Griegos
Alejandra, quien no gratuitamente se gana la vida comprendiendo el tormento que puede significar ser niño, me contaba ayer esta breve historia:
Estábamos de vuelta a la casa, después de un rato de playa, cuando se acerca a las duchas, en tanto yo sigo de largo hacia la puerta de ingreso a la urbanización cargando la cava y caminando, quizá, al ritmo sincopado de Jhonnie Walker. Allí se encuentra con un niño que juega con una regadera móvil, dibujando espirales de agua sobre la grama. Alejandra le pregunta si puede prestarle la regadera a lo que el niño, después de pensarlo un poco, le sugiere que mejor tome alguna de las duchas fijas que, efectivamente, a esa hora gotean gordas gotas acuáticas a unos pocos pasos de distancia. Ella le explica que no, que precisamente necesita esa regadera, pues sólo necesita lavarse lo pies. El niño accede a prestársela, con la tácita condición de ser él mismo quien administre la operación.
Entonces viene este diálogo:
--¿Y tú cómo te llamas? --pregunta Alejandra, sumamente sociable, con un pie en el aire y, tal vez, batiendo bellamente sus pestañas de muñeca.
--Me llamo Greiber.
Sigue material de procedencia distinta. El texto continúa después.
def axis_body_transform(origin, axis, radius: float, length: float) -> np.ndarray:
    """The 4x4 that maps a unit cylinder onto a body of ``length`` centred on ``origin`` along ``axis``."""
    axis = np.asarray(axis, float)
    T = np.eye(4)
    T[:3, :3] = _basis_from_z(axis) @ np.diag([radius, radius, length])
    T[:3, 3] = np.asarray(origin, float) - 0.5 * length * axis / np.linalg.norm(axis)
    return T


def _bases_from_z(z) -> np.ndarray:
    """Right-handed bases (k, 3, 3) whose third columns are the directions of ``z`` (k, 3)."""
    z = np.asarray(z, float).reshape(-1, 3)
    z = z / np.linalg.norm(z, axis=1, keepdims=True)
    x = np.where((np.abs(z[:, 0]) < 0.9)[:, None],
                 np.column_stack([np.zeros(len(z)), -z[:, 2], z[:, 1]]),  # (1, 0, 0) × z
                 np.column_stack([z[:, 2], np.zeros(len(z)), -z[:, 0]]))  # (0, 1, 0) × z
    x /= np.linalg.norm(x, axis=1, keepdims=True)
    y = np.cross(z, x)
    return np.stack([x, y, z], axis=-1)


def segment_transforms(p0, p1, radius: float) -> np.ndarray:
    """:func:`segment_transform` for many segments at once: ``p0``, ``p1`` (k, 3) → (j, 4, 4).

    Segments shorter than 1e-9 are left out (so j <= k).
    """
    p0 = np.asarray(p0, float).reshape(-1, 3)
    d = np.asarray(p1, float).reshape(-1, 3) - p0
    length = np.linalg.norm(d, axis=1)
    keep = length >= _EPS
    p0, d, length = p0[keep], d[keep], length[keep]
    T = np.zeros((len(p0), 4, 4))
    B = _bases_from_z(d) if len(d) else np.zeros((0, 3, 3))
    T[:, :3, :2] = B[:, :, :2] * radius
    T[:, :3, 2] = d
    T[:, :3, 3] = p0
    T[:, 3, 3] = 1.0
    return T


def axis_body_transforms(origins, axes, radius: float, length: float) -> np.ndarray:
    """:func:`axis_body_transform` for many bodies: ``origins``, ``axes`` (k, 3) → (k, 4, 4)."""
    o = np.asarray(origins, float).reshape(-1, 3)
    B = _bases_from_z(axes) if len(o) else np.zeros((0, 3, 3))
    T = np.zeros((len(o), 4, 4))
    T[:, :3, :2] = B[:, :, :2] * radius
    T[:, :3, 2] = B[:, :, 2] * length
    T[:, :3, 3] = o - 0.5 * length * B[:, :, 2]
    T[:, 3, 3] = 1.0
    return T


# -- the mount ----------------------------------------------------------------------------------

MOUNT_PLATE = (0.07, 0.012)
"""Half-width and thickness of the mounting plate, as fractions of the arm's size (``Chain.scale``)."""


def mount_plate(base, scale: float) -> np.ndarray:
    """The 4x4 that maps a unit cylinder (radius 1, z 0 … 1) onto the arm's mounting plate.

    The plate lies on the mounting plane of the base frame ``base`` (4, 4): its top face is the
    plane through the base origin normal to base z, its thickness is behind that plane (in the wall,
    ceiling or floor), and it is centred on the base origin.  Sizes follow ``scale`` (the arm's size).
    """
    base = np.asarray(base, float)
    half, thick = MOUNT_PLATE[0] * scale, MOUNT_PLATE[1] * scale
    T = np.eye(4)
    T[:3, :3] = base[:3, :3] @ np.diag([half, half, thick])
    T[:3, 3] = base[:3, 3] - thick * base[:3, 2]
    return T
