def _fmt_alpha(a: float) -> str:
    if math.isinf(a):
        return "-inf" if a < 0 else "inf"
    return f"{a:.6g}"


class L2(Loss):
    pass


@dataclass(frozen=True)
class L1(Loss):
    """Least absolute deviations. ``rho = |u|``.

    The displayed weight is ``min(1, 1/|u|)``: the IRLS weight ``1/|u|`` relative to a
    point one scale unit away (the fit itself is solved exactly, not by IRLS).
    """

    def rho(self, u):
        return np.abs(_as_array(u))

    def psi(self, u):
        return np.sign(_as_array(u))

    def weight(self, u):
        a = np.abs(_as_array(u))
        with np.errstate(divide="ignore"):
            return np.where(a > 1.0, 1.0 / np.maximum(a, 1e-300), 1.0)

    def dpsi(self, u):
        return np.zeros_like(_as_array(u))


@dataclass(frozen=True)
class Huber(Loss):
    # (in-place arithmetic on fresh arrays: these run over every point in each pass)
    def rho(self, u):
        u = np.abs(_as_array(u))
        k = self.tuning
        return np.where(u <= k, 0.5 * u * u, k * u - 0.5 * k * k)

    def psi(self, u):
        return np.clip(_as_array(u), -self.tuning, self.tuning)

    def weight(self, u):
        u = _as_array(u)
        w = np.abs(u, out=np.empty_like(u))
        with np.errstate(divide="ignore"):
            np.divide(self.tuning, w, out=w)  # k/0 = inf, then min(1, inf) = 1
        return np.minimum(w, 1.0, out=w)

    def dpsi(self, u):
        u = _as_array(u)
        a = np.abs(u, out=np.empty_like(u))
        return np.less_equal(a, self.tuning, out=a)  # 1.0 inside, 0.0 outside

    def psi_dpsi(self, u, out=None):
        u = _as_array(u)
        if out is None:
            psi = self.psi(u)
            d = np.empty_like(psi)
        else:
            psi = np.clip(u, -self.tuning, self.tuning, out=out[0])
            d = out[1]
        # psi' = 1 exactly where the clip left u alone (|u| <= k), else 0
        return psi, np.equal(psi, u, out=d)

    def sum_rho(self, u, psi=None) -> float:
        # rho = psi (u - psi/2) on both pieces, so the sum is two dot products
        if psi is None:
            return super().sum_rho(u)
        u = _as_array(u)
        return float(psi @ u - 0.5 * (psi @ psi))


@dataclass(frozen=True)
class Tukey(Loss):
    @property
    def redescending(self):
        return True

    def rho(self, u):
        k = self.tuning
        t = np.minimum((_as_array(u) / k) ** 2, 1.0)
        return (k * k / 6.0) * (1.0 - (1.0 - t) ** 3)

    def weight(self, u):
        t = (_as_array(u) / self.tuning) ** 2
        return np.where(t < 1.0, (1.0 - t) ** 2, 0.0)

    def dpsi(self, u):
        t = (_as_array(u) / self.tuning) ** 2
        return np.where(t < 1.0, (1.0 - t) * (1.0 - 5.0 * t), 0.0)


@dataclass(frozen=True)
class Cauchy(Loss):
    """Cauchy (Lorentzian) loss in the ``w = 1/(1 + (u/k)^2)`` convention."""

    @property
    def redescending(self):
        return True

    def rho(self, u):
        k = self.tuning
        return 0.5 * k * k * np.log1p((_as_array(u) / k) ** 2)

    def weight(self, u):
        u = _as_array(u)
        w = np.divide(u, self.tuning, out=np.empty_like(u))
        np.multiply(w, w, out=w)
        w += 1.0
        return np.reciprocal(w, out=w)

    def dpsi(self, u):
        u = _as_array(u)
        t = np.divide(u, self.tuning, out=np.empty_like(u))
        np.multiply(t, t, out=t)
        d = np.add(t, 1.0, out=np.empty_like(t))
        np.multiply(d, d, out=d)
        np.subtract(1.0, t, out=t)
        return np.divide(t, d, out=t)

    def psi_dpsi(self, u, out=None):
        # the same arithmetic as psi (= u * weight) and dpsi, sharing t = (u/k)^2
        u = _as_array(u)
        P, D, T = (None, None, None) if out is None else out
        t = np.divide(u, self.tuning, out=np.empty_like(u) if T is None else T)
        np.multiply(t, t, out=t)
        d = np.add(t, 1.0, out=np.empty_like(t) if D is None else D)
        psi = np.reciprocal(d, out=P)
        np.multiply(u, psi, out=psi)
        np.multiply(d, d, out=d)
        np.subtract(1.0, t, out=t)
        return psi, np.divide(t, d, out=t if D is None else d)


@dataclass(frozen=True)
class Welsch(Loss):
    """Welsch (Leclerc) loss in the ``w = exp(-(u/k)^2)`` convention."""

    @property
    def redescending(self):
        return True

    def rho(self, u):
        k = self.tuning
        return 0.5 * k * k * (-np.expm1(-((_as_array(u) / k) ** 2)))

    def weight(self, u):
        return np.exp(-((_as_array(u) / self.tuning) ** 2))

    def dpsi(self, u):
        t = (_as_array(u) / self.tuning) ** 2
        return np.exp(-t) * (1.0 - 2.0 * t)


def barron_rho(x, alpha: float, c: float = 1.0):
    """Barron's general loss ``rho(x, alpha, c)`` (his normalisation, ``~ (x/c)^2/2``)."""
    x = _as_array(x)
    z = (x / c) ** 2
    if alpha == 2.0:
        return 0.5 * z
    if alpha == 0.0:
        return np.log1p(0.5 * z)
    if math.isinf(alpha):
        return -np.expm1(-0.5 * z) if alpha < 0 else np.expm1(0.5 * z)
    b = abs(alpha - 2.0)
    with np.errstate(over="ignore"):
        return (b / alpha) * np.expm1(0.5 * alpha * np.log1p(z / b))
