def _stack_solve(M, F, good):
    """``solve(M[b], F[b])`` for every b; NaN rows where singular or not ``good``."""
    out = np.full(F.shape, np.nan)
    idx = np.flatnonzero(good)
    if idx.size == 0:
        return out
    try:
        out[idx] = np.linalg.solve(M[idx], F[idx][:, :, None])[:, :, 0]
    except np.linalg.LinAlgError:
        for b in idx:
            try:
                out[b] = np.linalg.solve(M[b], F[b])
            except np.linalg.LinAlgError:
                pass
    return out


def _stack_inv_diag(G, good):
    out = np.full(G.shape[:2], np.nan)
    idx = np.flatnonzero(good)
    if idx.size == 0:
        return out
    try:
        out[idx] = np.diagonal(np.linalg.inv(G[idx]), axis1=1, axis2=2)
    except np.linalg.LinAlgError:
        for b in idx:
            try:
                out[b] = np.diag(np.linalg.inv(G[b]))
            except np.linalg.LinAlgError:
                pass
    return out


def _stack_posdef(G):
    """True where the (scaled) matrix is positive definite, as ``_is_minimum`` judges."""
    try:
        ev = np.linalg.eigvalsh(G)
    except np.linalg.LinAlgError:
        return np.zeros(G.shape[0], bool)
    return ev[:, 0] > 1e-10 * np.maximum(ev[:, -1], 1e-300)


__all__ = ["WarmRefit", "BatchRefit", "Cancelled", "first_attempt", "TOL"]
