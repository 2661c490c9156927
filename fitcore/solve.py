r"""The fitting engine: one front door, :func:`fit`, and the solvers behind it.

Problem
-------
With weights from the analyst's standard uncertainties ``sigma_i`` (1 when none are
given), the whitened residuals are ``r_i(theta) = (y_i - f(x_i, theta)) / sigma_i`` and
an M-estimate minimises ``sum_i rho(r_i / s)`` over the points that are used (not
excluded), for a loss ``rho`` and a residual scale ``s``.

Solvers
-------
* Least squares and the M-losses use one iteratively reweighted Gauss-Newton /
  Levenberg-Marquardt loop (:func:`_irls_lm`): at each iteration the robust weights
  ``w_i = psi(u_i)/u_i`` give a weighted least-squares model of the objective (a
  majoriser of it for every loss here, since ``psi(u)/u`` is non-increasing in
  ``|u|``); its step is solved by a QR factorisation of ``sqrt(w) J`` (never the
  normal equations) with Marquardt damping, and only steps that lower the true robust
  objective are accepted. For models linear in their parameters the damping is zero and
  the loop is plain IRLS; its first step is the exact weighted least-squares solution
  and later steps are iterative refinement.
* L1 (least absolute deviations) is solved exactly as a linear programme (HiGHS) for
  linear models, and by sequential linear programming with a trust region for
  nonlinear ones.
* Scale "auto": the normalised MAD of the residuals, re-estimated jointly with the
  parameters until it is a fixed point. Redescending losses start from an L1 fit
  (exact for linear models, near-L1 for nonlinear ones) and the MAD of its residuals,
  never from raw least squares, nor from a Huber fit whose scale has grown with
  one-sided outliers.
* The adaptive loss alternates the parameter step with a maximum-likelihood step for
  Barron's shape ``alpha`` in [0, 2] and scale ``c`` (negative log-likelihood
  ``sum rho_B(r_i/c, alpha) + n log c + n log Z(alpha)``); each block step lowers it.
"""
from __future__ import annotations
Un nombre griego --responde, precisamente, Greiber.
Alejandra, (quien no solamente se gana la vida comprendiendo el tormento que puede significar ser niño, sino quien además, disfruta en serio del extraño mundo infantil), le pregunta, con una sonrisa:
--¿Y cómo sabes que es griego?
Greiber Stephanopoulos lo piensa un poco. Entonces responde, con una lógica difícilmente geográfica:
--No sé, yo creo eso. Así se llamaba mi papá.
Alejandra, (quien no gratuitamente pasó parte importante de su especilización en clínica estudiando el fenómeno del duelo en niños), pregunta, de lo más kleiniana:
--¿Se llamaba?
Greiber Konstantinis cambia de mano la regadera, y se corrige:
--No bueno, se llama.
--Ah --responde Alejandra.
Otro pie en el aire. Alejandra retoma la conversación:
-¿Y tú le has preguntado a tu mamá qué significa Greiber?
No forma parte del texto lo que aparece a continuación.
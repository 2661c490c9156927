r"""Warm-started refits of a finished fit on changed data (point diagnostics, bootstrap).

The analyses refit one model many times on data that differ little from the fitted
data: one point left out (point diagnostics) or a resample of the points (bootstrap).
:func:`fitcore.fit` starts every such refit from scratch: start values, an L1 or Huber
pre-fit for the scale, then an alternation of reweighted solves and scale updates
(some 10-15 inner solves, 50-80 Levenberg-Marquardt steps on a 25-100-point 4PL).

:class:`WarmRefit` solves the same estimating equations from the full fit instead:
Newton's method on ``sum psi(r_i / s) J_i = 0`` with the scale ``s`` tied to the
normalised MAD of the residuals where the fit estimated it (the MAD rule the fit
itself uses; ``fitcore.solvers.mscale._newton_with_mad``), or held where the analyst
fixed it (or sigma are absolute). From the full fit's parameters and scale this settles
in a few passes. It is not an approximation: the iteration runs until the last step is
below ``TOL`` (1e-8) standard errors, far below the 1e-6 that the tests allow between
these refits and brute-force ``fit`` calls, and a refit whose iteration does not settle,
that ends on a bound, or (redescending losses) ends at a saddle or with a scale jump
to another root, is not used: the caller then runs :func:`fitcore.fit` as before.

Least absolute deviations (a linear programme) and the adaptive loss with its shape
re-fitted always take the full ``fit``.
"""
from __future__ import annotations

import math
import warnings

import numpy as np

from .result import FitResult
from .solvers.mscale import _SCALE_JUMP, _is_minimum, _newton_with_mad
from .solvers.problem import FitError
from .solvers.setup import _prepare

#: last Newton step, in standard errors of the parameters, at which a refit counts as
#: converged (the result is then within about TOL standard errors of the root)
TOL = 1e-8
MAX_ITER = 40


class WarmRefit:
    """Refits of ``res``'s method on other data, warm-started from ``res``.

    ``settings`` are the keyword arguments of :func:`fitcore.fit` that repeat the method
    (:func:`fitcore.diagnostics.refit_settings`). :meth:`values` returns the refitted
    parameter vector (all parameters, held ones at their value) or None when the fast
    path does not apply or does not settle; the caller then uses ``fit``.
    """

    def __init__(self, res: FitResult, settings: dict):
        self.res = res
        self.settings = dict(settings)
        self.loss = self.settings.get("loss", res.loss)
        self.p0 = dict(zip(res.param_names, (float(v) for v in res.values)))
        self.theta0 = np.asarray(res.values, float)[res.free]
        self.s0 = float(res.scale) if res.scale is not None else math.nan
        lo = np.asarray(res.model.lower, float)[res.free]
        hi = np.asarray(res.model.upper, float)[res.free]
        self.lower, self.upper = lo, hi
        self.enabled = (self.loss not in ("l1", "adaptive")
                        and bool(res.converged)
                        and np.all(np.isfinite(self.theta0))
                        and not self._on_bound(self.theta0))
        self.n_fast = 0
        self.n_fallback = 0

    def _on_bound(self, theta) -> bool:
        with np.errstate(all="ignore"):
            near = 1e-8 * np.maximum(np.abs(theta), 1e-12)
            return bool(np.any(np.isfinite(self.lower) & (theta - self.lower <= near))
                        or np.any(np.isfinite(self.upper) & (self.upper - theta <= near)))

    def values(self, x, y, sigma=None, excluded=None) -> np.ndarray | None:
        if not self.enabled:
            return None
        with warnings.catch_warnings(), np.errstate(all="ignore"):
            warnings.simplefilter("ignore", RuntimeWarning)
            try:
                out = self._solve(x, y, sigma, excluded)
            except (FitError, ValueError, ArithmeticError, np.linalg.LinAlgError):
                out = None
        if out is None:
            self.n_fallback += 1
        else:
            self.n_fast += 1
        return out

    def _solve(self, x, y, sigma, excluded):
        st = _prepare(self.res.model, x, y, self.loss, p0=self.p0, excluded=excluded,
                      sigma=sigma, **_prepare_kw(self.settings))
        if st.dof <= 0:
            return None
        prob, loss = st.prob, st.loss_obj
        auto = st.fixed_scale is None and st.loss != "l2"
        if st.loss == "l2":
            # the least-squares root does not depend on s; s only measures the steps
            s = self.s0 if self.s0 > 0 and math.isfinite(self.s0) else 1.0
        elif auto:
            s = self.s0
        else:
            s = st.fixed_scale
        if not (s > 0 and math.isfinite(s)):
            return None
        got = _newton_with_mad(prob, self.theta0.copy(), s, loss, max_iter=MAX_ITER,
                               with_mad=auto, tol=TOL)
        if got is None:
            return None
        inner, s_new, _ = got
        theta = np.asarray(inner.theta, float)
        if not np.all(np.isfinite(theta)) or self._on_bound(theta):
            return None
        if loss.redescending and (not _is_minimum(prob, inner)
                                  or (auto and s_new > _SCALE_JUMP * s)):
            return None
        return prob.full(theta)


def _prepare_kw(settings: dict) -> dict:
    """``fit``'s keywords in ``settings`` as :func:`_prepare` takes them."""
    return {"scale": settings.get("scale", "auto"), "alpha": settings.get("alpha"),
            "fixed": settings.get("fixed"), "tuning": settings.get("tuning"),
            "sigma_mode": settings.get("sigma_mode", "absolute"), "max_iter": 2000}


__all__ = ["WarmRefit", "TOL"]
Comprensiblemente, Greiber niega con la cabeza. Para acotar:
--Yo me quiero cambiar el nombre, me quiero llamar Víctor.
--¿Y eso por qué? --pregunta, calzándose ya sus sandalias de playa.
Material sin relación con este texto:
r"""Partition function of the density of Barron's general loss.

``p(x | alpha, c) = exp(-rho_B(x/c, alpha)) / (c Z(alpha))`` with
``Z(alpha) = integral exp(-rho_B(x, alpha, 1)) dx``, defined for ``alpha >= 0`` (for
alpha < 0 the loss is bounded and the integral diverges).

``log_partition_quad`` integrates by adaptive quadrature, split at ``x = 1`` and
``x = 20`` so that the heavy Cauchy-like tail at small alpha is integrated on its own;
absolute accuracy is about 1e-13 (closed forms: Z(0) = pi sqrt 2, Z(1) = 2 e K_1(1),
Z(2) = sqrt(2 pi); a 30-digit mpmath quadrature agrees to ~1e-15 at alpha 1e-6 ... 2 - 2**-30,
but near alpha = 6.5e-9 this one is off by 1.2e-11, where the table is within 1e-14).

``log_partition`` reads alpha in [0, 2 - 2**-30] from a table (:mod:`._partition_table`,
generated from that quadrature by ``tools/make_partition_table.py``): 25 Chebyshev
pieces of degree 16, within 2.2e-13 of the quadrature at the generator's check points,
a few microseconds a value instead of ~0.1-0.2 ms. log Z is not smooth at the ends (at
alpha = 2 its slope grows like -log(2 - alpha)/4; at 0 it is not analytic), so the
pieces shrink geometrically towards them; other alpha (the last 2**-30 below 2, above
2) are integrated and cached as before.
"""
from __future__ import annotations

import math
from bisect import bisect_right
from functools import lru_cache

import numpy as np

from . import _partition_table as _table


def _rho_scalar(x: float, alpha: float) -> float:
    """:func:`fitcore.losses.barron_rho` at one point, in plain floats (the quadrature
    calls it a few hundred times per alpha; a one-element array costs ~20x more)."""
    z = x * x
    if alpha == 2.0:
        return 0.5 * z
    if alpha == 0.0:
        return math.log1p(0.5 * z)
    if math.isinf(alpha):
        if alpha < 0:
            return -math.expm1(-0.5 * z)
        try:
            return math.expm1(0.5 * z)
        except OverflowError:
            return math.inf
    b = abs(alpha - 2.0)
    try:
        return (b / alpha) * math.expm1(0.5 * alpha * math.log1p(z / b))
    except OverflowError:
        return math.inf


def _integrand(x: float, alpha: float) -> float:
    return math.exp(-_rho_scalar(x, alpha))


def log_partition_quad(alpha: float) -> float:
    """log Z(alpha) by direct quadrature (about 0.1 ms; the exact reference)."""
    alpha = float(alpha)
    if alpha < 0 or math.isnan(alpha):
        raise ValueError("the partition function is defined only for alpha >= 0")
    if alpha == 0.0:
        return math.log(math.pi * math.sqrt(2.0))
    if alpha == 2.0:
        return 0.5 * math.log(2.0 * math.pi)
    from scipy import integrate  # lazy: 0.3 s to import, seldom needed

    total = 0.0
    for a, b in ((0.0, 1.0), (1.0, 20.0), (20.0, math.inf)):
        total += integrate.quad(_integrand, a, b, args=(alpha,), epsabs=1e-14, epsrel=1e-13, limit=200)[0]
    return math.log(2.0 * total)


@lru_cache(maxsize=4096)
def _cached(alpha: float) -> float:
    """The quadrature, cached per exact alpha (outside the table)."""
    return log_partition_quad(alpha)


_EDGES = _table.EDGES
_HI = _EDGES[-1]
_COEFS = _table.COEFS
_LOG_Z0 = math.log(math.pi * math.sqrt(2.0))
_LOG_Z2 = 0.5 * math.log(2.0 * math.pi)


def _scalar(alpha: float) -> float:
    """log Z at one float alpha >= 0: closed forms at 0 and 2, the table inside, else
    the cached quadrature."""
    if alpha == 0.0:
        return _LOG_Z0
    if alpha == 2.0:
        return _LOG_Z2
    if alpha <= _HI:
        i = min(bisect_right(_EDGES, alpha), len(_COEFS)) - 1
        a, b = _EDGES[i], _EDGES[i + 1]
        t = (2.0 * alpha - a - b) / (b - a)
        c = _COEFS[i]
        # Clenshaw's recurrence
        t2 = 2.0 * t
        b1 = b2 = 0.0
        for k in range(len(c) - 1, 0, -1):
            b1, b2 = c[k] + t2 * b1 - b2, b1
        return c[0] + t * b1 - b2
    return _cached(alpha)


def _derivative_coefs(c) -> tuple:
    """Chebyshev coefficients of the derivative (in t) of the series ``c``."""
    n = len(c) - 1
    d = [0.0] * (n + 2)
    for k in range(n, 0, -1):
        d[k - 1] = d[k + 1] + 2.0 * k * c[k]
    d[0] *= 0.5
    return tuple(d[:max(n, 1)])


_DCOEFS = None  # (made on first use)


def log_partition_slope(alpha: float) -> float:
    """d log Z / d alpha for alpha in [0, 2 - 2**-30]: the derivative of the table's
    Chebyshev piece (within ~1e-10 of a 30-digit quadrature's central difference at
    alpha 1e-6 ... 1.9, 2e-9 at 1.99, 2e-7 at 1.999, where the slope grows like
    -log(2 - alpha)/4); NaN elsewhere."""
    global _DCOEFS
    if not 0.0 <= alpha <= _HI:
        return math.nan
    if _DCOEFS is None:
        _DCOEFS = [_derivative_coefs(c) for c in _COEFS]
    i = min(bisect_right(_EDGES, alpha), len(_COEFS)) - 1
    a, b = _EDGES[i], _EDGES[i + 1]
    t = (2.0 * alpha - a - b) / (b - a)
    c = _DCOEFS[i]
    t2 = 2.0 * t
    b1 = b2 = 0.0
    for k in range(len(c) - 1, 0, -1):
        b1, b2 = c[k] + t2 * b1 - b2, b1
    return (c[0] + t * b1 - b2) * 2.0 / (b - a)


def log_partition(alpha):
    """log Z(alpha) of the general loss's density (scalar or array, alpha >= 0).

    alpha in [0, 2 - 2**-30] from the table (within 2.2e-13 of the quadrature), others
    by the quadrature (cached per exact alpha; one new value costs about 0.1 ms).
    """
    if type(alpha) is float and alpha >= 0:  # (the solver's calls: no array round trip)
        return _scalar(alpha)
    a = np.asarray(alpha, dtype=float)
    if np.any(~(a >= 0)):
        raise ValueError("the partition function is defined only for alpha >= 0")
    if a.ndim == 0:
        return _scalar(float(a))
    return np.array([_scalar(float(v)) for v in a.ravel()]).reshape(a.shape)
--Ya yo no me quiero llamar más como mi papá. Él se fue. Se divorciaron.
Entonces Alejandra comprende por qué el nombre, efectivamente, es griego. Al contármelo esa misma noche yo también comprendo, o creo comprender. Entonces recuerdo a Ulises; y, de paso, también pienso en Kore, en Hécate, en Démeter.